→ **Information supplied**
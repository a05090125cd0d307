import { useEffect, useId, useMemo, useRef, useState, useSyncExternalStore } from "react";
import { checkClipFile } from "@shared/rushes/limits";
import { Button } from "../../../components/Button";
import { Notice } from "../../../components/Notice";
import { formatSize } from "../../../lib/format";
import { useFootageArrived } from "../api/complete-upload";
import { useOpenUploads } from "../api/open-uploads";
import { sendPoster } from "../api/send-poster";
import { posterFrom } from "../uploader/poster";
import { sha256Of } from "../uploader/hash";
import { probeFile } from "../uploader/probe";
import { uploadQueueFor, type JobView, type UploadQueue } from "../uploader/upload-queue";

const statusWords: Record<JobView["status"], string> = {
  checking: "Looking for this file in the channel…",
  duplicate: "Already in the channel",
  reading: "Reading metadata…",
  queued: "Waiting",
  uploading: "Uploading",
  paused: "Paused",
  completing: "Checking with storage…",
  done: "Stored",
  failed: "Stopped",
  cancelled: "Cancelled",
  "needs-file": "Unfinished: choose this file again to carry on",
};

/**
 * Camera files for one episode: straight to storage in parts, with progress per file and for the batch.
 * The queue belongs to the channel, not to this page: uploads go on while the person works elsewhere in
 * Kerf (the app's top bar shows how far they are), and this list shows them again on return.
 */
export function Uploader({ channelId, episodeId }: { channelId: string; episodeId: string }) {
  const footageArrived = useFootageArrived(channelId);
  const queue = useMemo(
    () =>
      uploadQueueFor(channelId, {
        probe: probeFile,
        hash: sha256Of,
        afterComplete: async (clip, file) => {
          const poster = await posterFrom(file);
          if (poster) await sendPoster(channelId, clip.id, poster);
        },
        onChange: footageArrived,
      }),
    [channelId, footageArrived],
  );
  const allJobs = useSyncExternalStore(queue.subscribe, queue.getSnapshot);
  const jobs = useMemo(() => allJobs.filter((j) => j.episodeId === episodeId), [allJobs, episodeId]);
  const open = useOpenUploads(channelId, episodeId);
  useEffect(() => {
    if (open.data) queue.remember(open.data);
  }, [open.data, queue]);

  const [refused, setRefused] = useState<string[]>([]);
  const input = useRef<HTMLInputElement>(null);
  const inputId = useId();
  const [dragging, setDragging] = useState(false);

  const take = (list: FileList | null) => {
    if (!list) return;
    const files = [...list];
    const problems = files.map((f) => checkClipFile(f.name, f.size)).flatMap((c) => (c.ok ? [] : [c.message]));
    setRefused(problems);
    queue.add(
      files.filter((f) => checkClipFile(f.name, f.size).ok),
      episodeId,
    );
    if (input.current) input.current.value = "";
  };

  const live = jobs.filter((j) => j.status !== "cancelled");
  const total = live.reduce((s, j) => s + j.size, 0);
  const sent = live.reduce((s, j) => s + j.sent, 0);

  return (
    <section aria-labelledby={`${inputId}-heading`} className="rounded-lg border border-ply-300 bg-white p-4">
      <h3 id={`${inputId}-heading`} className="mb-2 font-semibold">
        Upload footage
      </h3>
      <div
        onDragOver={(e) => {
          e.preventDefault();
          setDragging(true);
        }}
        onDragLeave={() => setDragging(false)}
        onDrop={(e) => {
          e.preventDefault();
          setDragging(false);
          take(e.dataTransfer.files);
        }}
        className={`relative flex flex-wrap items-center gap-3 rounded-md border-2 border-dashed p-4 ${dragging ? "border-amber-cut bg-ply-100" : "border-ply-300"}`}
      >
        <label className="cursor-pointer rounded-md bg-rust-600 px-4 py-2 text-sm font-semibold text-white focus-within:outline-2 focus-within:outline-offset-2 focus-within:outline-graphite-900 hover:bg-rust-700">
          Choose camera files
          <input id={inputId} ref={input} type="file" multiple className="sr-only" aria-label="Camera files" onChange={(e) => take(e.target.files)} />
        </label>
        <span className="text-sm text-graphite-500">or drop them here. Files go straight to storage in 8 MiB parts; Kerf keeps track of each part.</span>
      </div>
      {refused.length > 0 && (
        <div className="mt-3">
          <Notice kind="error">
            {refused.map((m) => (
              <p key={m}>{m}</p>
            ))}
          </Notice>
        </div>
      )}
      {jobs.length > 0 && (
        <>
          <div className="mt-4 flex flex-wrap items-center gap-3">
            <Progress label="All files" value={sent} max={total} />
            <span className="text-sm text-graphite-700" aria-live="polite">
              {formatSize(sent)} of {formatSize(total)}
            </span>
            <Button tone="quiet" onClick={() => queue.pauseAll(episodeId)}>
              Pause all
            </Button>
            <Button tone="quiet" onClick={() => queue.resumeAll(episodeId)}>
              Resume all
            </Button>
          </div>
          <ul className="mt-3 divide-y divide-ply-200" aria-label="Uploads">
            {jobs.map((job) => (
              <JobRow key={job.id} job={job} queue={queue} />
            ))}
          </ul>
        </>
      )}
    </section>
  );
}

function Progress({ label, value, max }: { label: string; value: number; max: number }) {
  const percent = max > 0 ? Math.floor((value / max) * 100) : 0;
  return (
    <div className="flex min-w-48 flex-1 items-center gap-2">
      <div role="progressbar" aria-label={label} aria-valuemin={0} aria-valuemax={100} aria-valuenow={percent} className="h-2.5 flex-1 overflow-hidden rounded-full bg-ply-200">
        <div className="h-full bg-moss-600 transition-[width]" style={{ width: `${percent}%` }} />
      </div>
      <span className="w-10 text-right text-xs tabular-nums text-graphite-700">{percent}%</span>
    </div>
  );
}

function JobRow({ job, queue }: { job: JobView; queue: UploadQueue }) {
  const canPause = job.status === "uploading" || job.status === "queued";
  return (
    <li className="flex flex-wrap items-center gap-3 py-2" aria-label={`Upload of ${job.fileName}`}>
      <div className="min-w-56 flex-1">
        <p className="font-medium">{job.fileName}</p>
        <p className="text-xs text-graphite-500">
          {statusWords[job.status]} · {formatSize(job.size)}
          {job.partCount > 0 && ` · ${job.partsStored} of ${job.partCount} parts stored`}
        </p>
        {job.error && <p className="text-sm text-alarm-600">{job.error}</p>}
        {job.status === "duplicate" && job.duplicate && (
          <p className="text-sm text-graphite-700">
            This file is already in the channel as {job.duplicate.fileName} (episode “{job.duplicate.episodeTitle}”).
          </p>
        )}
      </div>
      <Progress label={`${job.fileName} progress`} value={job.sent} max={job.size} />
      <div className="flex gap-2">
        {canPause && (
          <Button tone="quiet" onClick={() => queue.pause(job.id)}>
            Pause
          </Button>
        )}
        {job.status === "paused" && (
          <Button tone="quiet" onClick={() => queue.resume(job.id)}>
            Resume
          </Button>
        )}
        {job.status === "duplicate" && (
          <Button tone="quiet" onClick={() => queue.uploadAnyway(job.id)}>
            Upload anyway
          </Button>
        )}
        {job.status === "failed" && (
          <Button tone="quiet" onClick={() => queue.retry(job.id)}>
            Retry
          </Button>
        )}
        {!["done", "cancelled", "completing", "needs-file"].includes(job.status) && (
          <Button tone="danger" onClick={() => void queue.cancel(job.id)}>
            Cancel
          </Button>
        )}
        {job.status === "needs-file" && (
          <Button tone="danger" onClick={() => void queue.cancel(job.id)}>
            Discard
          </Button>
        )}
        {["done", "cancelled"].includes(job.status) && (
          <Button tone="quiet" onClick={() => queue.dismiss(job.id)}>
            Clear
          </Button>
        )}
      </div>
    </li>
  );
}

→ **Task**
Please state how many lines in the data contain the word "useMemo", giving only that number.

→ **Task result**
3